Oceanside High School Principal Kenneth Hurst Sr. was a Marine for a decade and served in Desert Storm. His military experience, along with seeing his father go to war twice, pushed him to reach out and create a space just for military students.

“I remember my father went away to Vietnam and to the Korean War,” Hurst said. “Me and my brothers and sisters were questioning, ‘Where’s Dad? He’s gone a lot.’ I can remember my mom crying, and not really knowing what was going on. And I didn’t have an outlet to share.”

Hurst organized a Marine Corps. birthday ball to teach military students about the history of the Marines and the organization their parents are a part of.

“Having a group, a network, where military students can go and hear stories, or just talk, share their feelings, just to cry or to eat lunch, that’s the way we wanted to build connections with those military students,” Hurst said. “Because I believe when they feel the school is really taking the time to care about them, develop relationships and do activities, then regardless of what they’re going through, they know they have a support system in place.”

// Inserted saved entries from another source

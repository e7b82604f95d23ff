// Absolute tolerances by kind of unknown; see tolerances.hpp.
#include "analysis/tolerances.hpp"

namespace stage::analysis {

double unknown_tolerance(mna::UnknownKind kind, const SolverOptions& options) {
  switch (kind) {
    case mna::UnknownKind::voltage:
      return options.voltage_tolerance;
    case mna::UnknownKind::current:
      return options.current_tolerance;
    case mna::UnknownKind::temperature:
      return options.temperature_tolerance;
  }
  return options.voltage_tolerance;
}

double residual_tolerance(mna::UnknownKind kind, const SolverOptions& options) {
  switch (kind) {
    case mna::UnknownKind::voltage:
      return options.current_tolerance;  // KCL
    case mna::UnknownKind::current:
      return options.voltage_tolerance;  // a branch equation
    case mna::UnknownKind::temperature:
      return options.heat_flow_tolerance;  // a heat balance
  }
  return options.current_tolerance;
}

AbsoluteTolerances absolute_tolerances(const mna::Topology& topology,
                                       const SolverOptions& options) {
  const auto n1 = static_cast<std::size_t>(topology.size()) + 1;
  AbsoluteTolerances t{std::vector<double>(n1, 0.0), std::vector<double>(n1, 0.0)};
  for (mna::Index i = 1; i <= topology.size(); ++i) {
    t.unknown[i] = unknown_tolerance(topology.kind(i), options);
    t.residual[i] = residual_tolerance(topology.kind(i), options);
  }
  return t;
}

}  // namespace stage::analysis
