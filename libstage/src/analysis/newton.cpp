// Newton iteration with the sparse LU reused across iterations.
#include "analysis/newton.hpp"

#include <algorithm>
#include <cmath>
#include <limits>

namespace stage::analysis {

NewtonSolver::NewtonSolver(const mna::System& system, const SolverOptions& options)
    : system_(system),
      options_(options),
      tolerances_(absolute_tolerances(system.topology(), options)),
      work_(system.make_workspace()),
      jacobian_(work_.g.size()),
      factored_(work_.g.size()),
      residual_(work_.f.size()),
      update_(work_.f.size()),
      scale_(work_.f.size()),
      lu_(system.pattern()) {}

void NewtonSolver::assemble(const NewtonProblem& p, const std::vector<double>& x) {
  const std::size_t n1 = residual_.size();
  const double a = p.reactive_scale;
  const LinearKey key{work_.stamp_version, a, p.shunt};
  const bool jacobian_stands = key.stamp_version >= 0 && key == jacobian_key_;
  jacobian_key_ = key;
  // Without a reactive part the evaluation left q and C unwritten (see
  // EvalRequest::charges): they are not read.
  if (!jacobian_stands) {
    for (std::size_t s = 0; s < jacobian_.size(); ++s)
      jacobian_[s] = a == 0 ? work_.g[s] : work_.g[s] + a * work_.c[s];
  }
  for (std::size_t i = 0; i < n1; ++i)
    residual_[i] = a == 0 ? work_.f[i] : work_.f[i] + a * work_.q[i];
  if (p.reactive_history != nullptr) {
    for (std::size_t i = 0; i < n1; ++i) residual_[i] += p.reactive_history[i];
  }
  if (p.shunt > 0) {
    const auto& topology = system_.topology();
    for (mna::Index i = 1; i < static_cast<mna::Index>(n1); ++i) {
      if (topology.kind(i) != mna::UnknownKind::voltage) continue;
      if (!jacobian_stands) jacobian_[system_.diagonal(i)] += p.shunt;
      residual_[i] += p.shunt * x[i];
    }
  }
  scale_ready_ = false;
}

// Row scale: sum over the row of |J_ij x_j|, the size of the currents
// (voltages, heat flows) that meet in that equation, for the relative
// residual tests; a pass over the whole matrix, made only when a test needs
// it.
const std::vector<double>& NewtonSolver::row_scale(const std::vector<double>& x) {
  if (scale_ready_) return scale_;
  const auto& pattern = system_.pattern();
  std::fill(scale_.begin(), scale_.end(), 0.0);
  for (int col = 0; col < pattern.n; ++col) {
    const double xc = std::abs(x[col + 1]);
    if (xc == 0.0) continue;
    for (int s = pattern.column_start[col]; s < pattern.column_start[col + 1]; ++s) {
      scale_[pattern.row[s] + 1] += std::abs(jacobian_[s]) * xc;
    }
  }
  scale_ready_ = true;
  return scale_;
}

// Every row within its absolute tolerance plus the relative one of its
// scale; rows within the absolute part alone (a converged linear solve's
// rounding, most rows near convergence) need no scale.
bool NewtonSolver::residual_small(const std::vector<double>& x) {
  const std::vector<double>& absolute = tolerances_.residual;
  const auto within_absolute = [&] {
    for (std::size_t i = 1; i < residual_.size(); ++i) {
      if (!(std::abs(residual_[i]) <= absolute[i])) return false;
    }
    return true;
  };
  if (within_absolute()) return true;
  const std::vector<double>& scale = row_scale(x);
  for (std::size_t i = 1; i < residual_.size(); ++i) {
    if (!(std::abs(residual_[i]) <= absolute[i] + options_.relative_tolerance * scale[i])) {
      return false;  // a NaN fails too
    }
  }
  return true;
}

// The residual is as small as rounding in its own terms allows: every row
// within a few units in the last place of the size of the terms that meet
// there. The update is then rounding noise of the solve and need not be
// small: with a large a C (a short time step across a large capacitor) that
// noise in a branch current can exceed its absolute tolerance however long
// Newton runs.
bool NewtonSolver::residual_at_rounding(const std::vector<double>& x) {
  constexpr double kUlps = 64;  // units in the last place, from memory: a sum of a few terms
  const double rounding = kUlps * std::numeric_limits<double>::epsilon();
  const std::vector<double>& scale = row_scale(x);
  for (std::size_t i = 1; i < residual_.size(); ++i) {
    if (!(std::abs(residual_[i]) <= rounding * scale[i])) return false;
  }
  return true;
}

bool NewtonSolver::update_small(const std::vector<double>& x) const {
  const std::vector<double>& absolute = tolerances_.unknown;
  for (std::size_t i = 1; i < update_.size(); ++i) {
    if (!(std::abs(update_[i]) <= absolute[i] + options_.relative_tolerance * std::abs(x[i]))) {
      return false;
    }
  }
  return true;
}

mna::Index NewtonSolver::first_non_finite(const std::vector<double>& x) const {
  for (std::size_t i = 1; i < x.size(); ++i) {
    if (!std::isfinite(x[i]) || !std::isfinite(residual_[i])) return static_cast<mna::Index>(i);
  }
  return mna::kGroundIndex;
}

NewtonOutcome NewtonSolver::solve(std::vector<double>& x, const NewtonProblem& problem) {
  NewtonOutcome outcome;
  mna::EvalRequest request = problem.request;
  request.x = x.data();
  request.charges = problem.reactive_scale != 0 || problem.reactive_history != nullptr;
  bool last_update_small = false;
  // A linear system is solved by one step from any start; from zero its
  // first evaluation skips the products (only the excitations remain), so
  // each solve costs one product with G and C, the one that confirms it.
  if (!system_.nonlinear()) std::fill(x.begin(), x.end(), 0.0);
  for (int iteration = 0;; ++iteration) {
    request.limit = iteration > 0;
    system_.evaluate(request, work_);
    assemble(problem, x);
    if (const mna::Index bad = first_non_finite(x); bad != mna::kGroundIndex) {
      outcome.status = NewtonStatus::diverged;
      outcome.culprit = bad;
      return outcome;
    }
    if (iteration > 0 && !work_.limited && residual_small(x) &&
        (last_update_small || residual_at_rounding(x))) {
      outcome.status = NewtonStatus::converged;
      return outcome;
    }
    if (iteration >= problem.max_iterations) return outcome;
    const bool same_linear_jacobian =
        jacobian_key_.stamp_version >= 0 && factored_valid_ && jacobian_key_ == factored_key_;
    if (!same_linear_jacobian && (!factored_valid_ || jacobian_ != factored_)) {
      factored_valid_ = lu_.factor(jacobian_.data());
      if (!factored_valid_) {
        outcome.status = NewtonStatus::singular;
        outcome.culprit = lu_.singular_column() + 1;
        return outcome;
      }
      factored_ = jacobian_;
      factored_key_ = jacobian_key_;
    }
    for (std::size_t i = 0; i < update_.size(); ++i) update_[i] = -residual_[i];
    lu_.solve(update_.data() + 1);
    update_[0] = 0.0;
    for (std::size_t i = 1; i < x.size(); ++i) x[i] += update_[i];
    ++outcome.iterations;
    last_update_small = update_small(x);
    // A linear system is solved exactly by one step: confirm the residual
    // at the new point without a second factorisation.
    if (!system_.nonlinear()) last_update_small = true;
  }
}

}  // namespace stage::analysis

Biden related to panel members, being a military mother herself. Not only did she experience her son Beau’s deployment to Iraq from the eyes of a mother, but as the grandmother of his two children.

“I know firsthand just how important it is for a child to have the support of a community and school when mom or dad is at war,” Biden said.

Hurst and Alicia Downs said some military parents don’t recognize when they need help for physical or mental health issues. Not only does that affect the individual, but their family as well.

“We pride ourselves on being warriors, on being physically fit,” Alicia Downs said. “‘Pain is weakness leaving our body’ - that’s on our T-shirts, that’s a mantra we live by. So for us to say ‘I’m hurt,’ some would rather go on with the pain than admit that. That’s like saying I have a flaw in my armor and I’m not a whole person.”

Hurst said some parents don’t want to talk about their experiences and don’t speak about it at all.

“I would like to think that families are more open and they talk with kids on a regular basis but that may not be the case,” he said. “The kids need an outlet to share their feelings.”


Biden left at the end of the 30-minute roundtable, moved particularly by the children’s stories.

“The stories that the children told about when they went to school and how they were then accepted into the classrooms, and what each school did to bring these children in and make them feel a part of the school community, that’s so important and that’s what we want for military families. That’s what Joining Forces is all about.”